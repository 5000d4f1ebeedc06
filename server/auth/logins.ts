import { randomBytes } from 'node:crypto'
import { and, eq, gt, lt, or } from 'drizzle-orm'
import type { Request } from 'express'
import { reader } from '#db/client.ts'
import { newId } from '#db/id.ts'
import { logins } from '#db/schema/logins.ts'
import { people } from '#db/schema/people.ts'
import type { Actor } from '#server/changes/actor.ts'
import { sha256Hex } from '#server/changes/hash.ts'
import { recordInstallationEvent, writePassing } from '#server/changes/passing.ts'
import { config } from '#server/config.ts'
import { requestId } from '#server/http/requestId.ts'
import { AppError } from '#shared/errors/AppError.ts'
import { readCookie } from './cookies.ts'
import type { PersonClaims } from './provider.ts'

const MINUTE_MS = 60_000
const idleMs = () => config().BREATHMARK_IDLE_MINUTES * MINUTE_MS

export type SignedIn = Actor & { idToken: string | null }

/** Who sends the request. @throws AppError not-signed-in */
export async function signedIn(request: Request): Promise<SignedIn> {
  const secret = readCookie(request, 'breathmark-login')
  if (!secret) throw new AppError('not-signed-in')
  const now = new Date()
  const idHash = sha256Hex(secret)
  const [found] = await reader()
    .select({ login: logins, person: people })
    .from(logins)
    .innerJoin(people, eq(people.id, logins.personId))
    .where(
      and(
        eq(logins.idHash, idHash),
        gt(logins.endsAt, now),
        gt(logins.lastSeenAt, new Date(now.getTime() - idleMs())),
        eq(people.disabled, false),
      ),
    )
  if (!found) throw new AppError('not-signed-in')
  // Once a minute is enough to know that somebody is still there.
  const seenAt =
    now.getTime() - found.login.lastSeenAt.getTime() > MINUTE_MS ? now : found.login.lastSeenAt
  if (seenAt === now)
    await writePassing((tx) =>
      tx.update(logins).set({ lastSeenAt: now }).where(eq(logins.idHash, idHash)),
    )
  return {
    personId: found.person.id,
    name: found.person.name,
    email: found.person.email,
    roles: found.person.roles,
    loginIdHash: idHash,
    requestId: requestId(request),
    localOffset: localOffset(request),
    idleExpiresAt: new Date(Math.min(seenAt.getTime() + idleMs(), found.login.endsAt.getTime())),
    idToken: found.login.idToken,
  }
}

export const signedInActor = (request: Request): Promise<Actor> => signedIn(request)

/** What the browser says of its clock; anything else than an offset is no offset. */
function localOffset(request: Request): string | null {
  const said = request.get('x-breathmark-offset')
  return said && /^[+-]\d{2}:\d{2}$/.test(said) ? said : null
}

/** Starts a login under a new secret, ends the one that the browser held before, and says so in the trail. */
export async function startLogin(request: Request, claims: PersonClaims): Promise<string> {
  const secret = randomBytes(32).toString('base64url')
  const now = new Date()
  const previous = readCookie(request, 'breathmark-login')
  const personId = await writePassing(async (tx) => {
    const { iss: issuer, sub: subject, name, roles } = claims
    const email = claims.email ?? null
    await tx
      .insert(people)
      .values({
        id: newId(),
        issuer,
        subject,
        name,
        email,
        roles,
        firstSeenAt: now,
        lastSeenAt: now,
      })
      .onDuplicateKeyUpdate({ set: { name, email, roles, lastSeenAt: now } })
    const [person] = await tx
      .select({ id: people.id, disabled: people.disabled })
      .from(people)
      .where(and(eq(people.issuer, issuer), eq(people.subject, subject)))
    if (!person || person.disabled) throw new AppError('not-signed-in')
    await tx
      .delete(logins)
      .where(or(lt(logins.endsAt, now), eq(logins.idHash, sha256Hex(previous ?? ''))))
    await tx.insert(logins).values({
      idHash: sha256Hex(secret),
      personId: person.id,
      startedAt: now,
      lastSeenAt: now,
      endsAt: new Date(now.getTime() + config().BREATHMARK_LOGIN_MINUTES * MINUTE_MS),
      authenticatedAt: new Date(claims.auth_time * 1000),
      idToken: claims.idToken,
    })
    return person.id
  })
  await recordLogin(request, 'login.started', { personId, name: claims.name })
  return secret
}

/** Ends a login here; the provider's own end is a page to visit. */
export async function endLogin(request: Request, actor: SignedIn): Promise<void> {
  await writePassing((tx) => tx.delete(logins).where(eq(logins.idHash, actor.loginIdHash)))
  await recordLogin(request, 'login.ended', actor)
}

export function recordLogin(
  request: Request,
  event: 'login.started' | 'login.ended' | 'login.refused' | 'login.reauthenticated',
  person: { personId: string | null; name: string },
): Promise<void> {
  return recordInstallationEvent(
    { event, recordType: 'login', recordId: requestId(request), fields: [] },
    {
      actor: {
        personId: person.personId,
        name: person.name,
        requestId: requestId(request),
        localOffset: localOffset(request),
      },
      line: null,
      reason: null,
      at: new Date(),
    },
  )
}
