import type { CookieOptions, Request, Response } from 'express'
import { config } from '#server/config.ts'

/** The two cookies of the product; cookies ignore ports, so their names are the product's own. */
export type CookieName = 'breathmark-login' | 'breathmark-attempt'

const secure = () => config().BREATHMARK_PUBLIC_URL.startsWith('https://')
const fullName = (name: CookieName) => (secure() ? `__Host-${name}` : name)
const options = (): CookieOptions => ({
  httpOnly: true,
  secure: secure(),
  // Lax, since the identity provider's redirect back to us is a navigation from another site.
  sameSite: 'lax',
  path: '/',
})

export function setCookie(response: Response, name: CookieName, value: string): void {
  response.cookie(fullName(name), value, options())
}

export function clearCookie(response: Response, name: CookieName): void {
  response.clearCookie(fullName(name), options())
}

export function readCookie(request: Request, name: CookieName): string | undefined {
  const prefix = `${fullName(name)}=`
  return request
    .get('cookie')
    ?.split(/;\s*/)
    .find((each) => each.startsWith(prefix))
    ?.slice(prefix.length)
}
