import { and, eq, gt, isNull } from 'drizzle-orm'
import type { Request } from 'express'
import { reader } from '#db/client.ts'
import { newId } from '#db/id.ts'
import { people } from '#db/schema/people.ts'
import { signingGrants } from '#db/schema/signingGrants.ts'
import type { Actor } from '#server/changes/actor.ts'
import { writePassing } from '#server/changes/passing.ts'
import { AppError } from '#shared/errors/AppError.ts'
import type { Attempt } from './attempts.ts'
import { recordLogin, signedIn } from './logins.ts'
import type { PersonClaims } from './provider.ts'

const GRANT_MS = 5 * 60_000
/** Clocks of the provider and of this server may differ by so much. */
const CLOCK_SKEW_MS = 2_000

/** `action:record`, such as lock.approve:4f0c… */
export const SIGNING_PURPOSE = /^[a-zA-Z.]{3,60}:[0-9a-f-]{36}$/

/**
 * Accepts a fresh authentication of the very person who is signed in and asked for it. `max_age=0`
 * alone is not proof: the time of authentication must lie after the moment at which we asked.
 */
export async function grantSigning(
  request: Request,
  attempt: Attempt,
  claims: PersonClaims,
): Promise<void> {
  const actor = await signedIn(request)
  const [person] = await reader().select().from(people).where(eq(people.id, actor.personId))
  const authenticatedAt = new Date(claims.auth_time * 1000)
  const same = person?.issuer === claims.iss && person.subject === claims.sub
  if (!same || actor.personId !== attempt.signingPersonId)
    throw new Error('Another person authenticated.')
  // auth_time counts whole seconds.
  if (authenticatedAt.getTime() + 1000 + CLOCK_SKEW_MS < attempt.startedAt.getTime())
    throw new Error('The provider did not ask again.')
  const now = new Date()
  await writePassing((tx) =>
    tx.insert(signingGrants).values({
      id: newId(),
      personId: actor.personId,
      loginIdHash: actor.loginIdHash,
      purpose: attempt.signingPurpose!,
      authenticatedAt,
      endsAt: new Date(now.getTime() + GRANT_MS),
    }),
  )
  await recordLogin(request, 'login.reauthenticated', actor)
}

/**
 * Uses up the fresh authentication for one purpose, such as `lock.approve:<id>`.
 * @throws AppError signature-needed, with the address at which to authenticate again
 */
export function spendSigningGrant(
  actor: Actor,
  purpose: string,
): Promise<{ authenticatedAt: Date }> {
  return writePassing(async (tx) => {
    const now = new Date()
    const [grant] = await tx
      .select()
      .from(signingGrants)
      .where(
        and(
          eq(signingGrants.loginIdHash, actor.loginIdHash),
          eq(signingGrants.purpose, purpose),
          eq(signingGrants.personId, actor.personId),
          isNull(signingGrants.usedAt),
          gt(signingGrants.endsAt, now),
        ),
      )
      .for('update')
    if (!grant)
      throw new AppError('signature-needed', {
        more: { signAt: `/auth/sign?purpose=${encodeURIComponent(purpose)}` },
      })
    await tx.update(signingGrants).set({ usedAt: now }).where(eq(signingGrants.id, grant.id))
    return { authenticatedAt: grant.authenticatedAt }
  })
}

* **What the task requires**: Lines of the listing above that include the string "Promise" should each be copied.

* **Solution for this problem**:
export async function signedIn(request: Request): Promise<SignedIn> {
export const signedInActor = (request: Request): Promise<Actor> => signedIn(request)
export async function startLogin(request: Request, claims: PersonClaims): Promise<string> {
export async function endLogin(request: Request, actor: SignedIn): Promise<void> {
): Promise<void> {
): Promise<void> {
): Promise<{ authenticatedAt: Date }> {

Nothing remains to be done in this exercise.